Interferon-free Therapy of Chronic Hepatitis C With Direct-acting Antivirals Does Not Change the Short-term Risk for De Novo Hepatocellular Carcinoma in Patients With Liver Cirrhosis

F. Mettke; B. Schlevogt; K. Deterding; A. Wranke; A. Smith; K. Port; M. P. Manns; A. Vogel; M. Cornberg; H. Wedemeyer


Aliment Pharmacol Ther. 2018;47(4):516-525. 

In This Article

Abstract and Introduction


Background Hepatitis C virus (HCV) clearance with IFN-based therapies reduces the incidence of hepatocellular carcinoma (HCC). There has been some debate if IFN-free therapy with direct-acting antivirals alters the risk for HCC.

Aim To investigate the HCC incidence in cirrhotic HCV patients who cleared HCV with direct-acting antivirals vs untreated controls.

Methods We prospectively monitored 373 patients with chronic hepatitis C who received IFN-free therapies with direct-acting antiviral after January 2014. A retrospective control cohort of untreated cirrhotic patients was recruited out of 3715 HCV patients who were followed at our centre between 2007 and 2013, with similar HCC screening protocols.

Results 158 direct-acting antiviral-treated and 184 control patients with liver cirrhosis were included in this analysis. The groups did not differ in gender and genotype distribution, severity of liver disease and prevalence of diabetes mellitus. Patients were followed up for a median of 440 (range 91–908) and 592 (range 90–1000) days. HCCs developed in 6 and 14 patients during follow-up, resulting in an incidence of 2.90 vs 4.48 HCCs per 100 person-years. In the direct-acting antiviral-treated group, there was no new case of HCC later than 450 days after treatment initiation. In multivariate analysis, higher MELD-Scores and AFP-levels were independently associated with HCC development. Transplant-free patient survival was similar in both groups.

Conclusions IFN-free direct-acting antiviral therapy of chronic hepatitis C does not alter the short-term risk for HCC in patients with liver cirrhosis. A reduced HCC incidence may become evident after more than 1.5 years of follow-up.


The introduction of direct-acting antivirals (DAA) has revolutionized treatment of chronic hepatitis C in terms of tolerability and sustained virological response (SVR) rates.[1,2] Successful DAA treatment is associated with improved liver function,[3,4] quality of life,[5] as well as reduced risk of decompensated liver disease[6] and portal hypertension.[7] IFN-based treatment regimens have a mode of action that is fundamentally different from DAA therapy. Therefore, our knowledge regarding the improvement of liver function, regression of cirrhosis and portal hypertension, as well as incidence of hepatocellular carcinoma after HCV cure cannot simply be transferred from the IFN-based to the IFN-free era.

After IFN-based SVR there is a decreased but not abrogated risk of HCC.[8–13] The presence of liver cirrhosis, higher age and diabetes mellitus type 2 are well-known risk factors for the development of post-SVR HCC.[14]

Emerging data raised suspicion of an increased risk of recurrence of curatively treated HCC after DAA therapy,[15,16] although both studies lacked an untreated control group. There was an unexpectedly high recurrence rate of almost 30% in a short-term observation period of 6 months. On the contrary the French ANRS study and the Italian RESIST HCV cohort did not show an increased risk regarding HCC recurrence after DAA therapy.[17,18]

The development of de novo HCC after DAA must be examined separately from HCC recurrence because it presents a fundamentally different setting.

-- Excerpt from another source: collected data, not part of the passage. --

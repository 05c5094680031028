"""The response as a CSV table (``render response --csv``)."""

from __future__ import annotations

import numpy as np


def csv_text(f, h, hp) -> str:
    """frequency_hz,magnitude_db,phase_deg,passive_magnitude_db,passive_phase_deg: dB re 1 V per m/s, degrees."""
    rows = ["frequency_hz,magnitude_db,phase_deg,passive_magnitude_db,passive_phase_deg"]
    for fi, a, b in zip(f, h, hp):
        rows.append(
            f"{fi:.6g},{20 * np.log10(abs(a)):.6f},{np.degrees(np.angle(a)):.4f},{20 * np.log10(abs(b)):.6f},{np.degrees(np.angle(b)):.4f}"
        )
    return "\n".join(rows) + "\n"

Incidence of de novo HCC in DAA-treated cirrhotic patients was reported to be 3.2% over 6 months,[16] 5.2% over 48 weeks[19] and 4.7% over 15 months.[6] The latter study showed a significantly decreased rate of HCC in patients with SVR compared to patients with treatment failure. The other studies had no control group.

The aim of this study was to address the yet unanswered question whether DAA-based antiviral treatment of chronic hepatitis C changes the short-term risk for de novo HCC. For reliable risk evaluation, we recruited an untreated historical control cohort treated at the same centre which had similar patient characteristics and was monitored with identical protocols.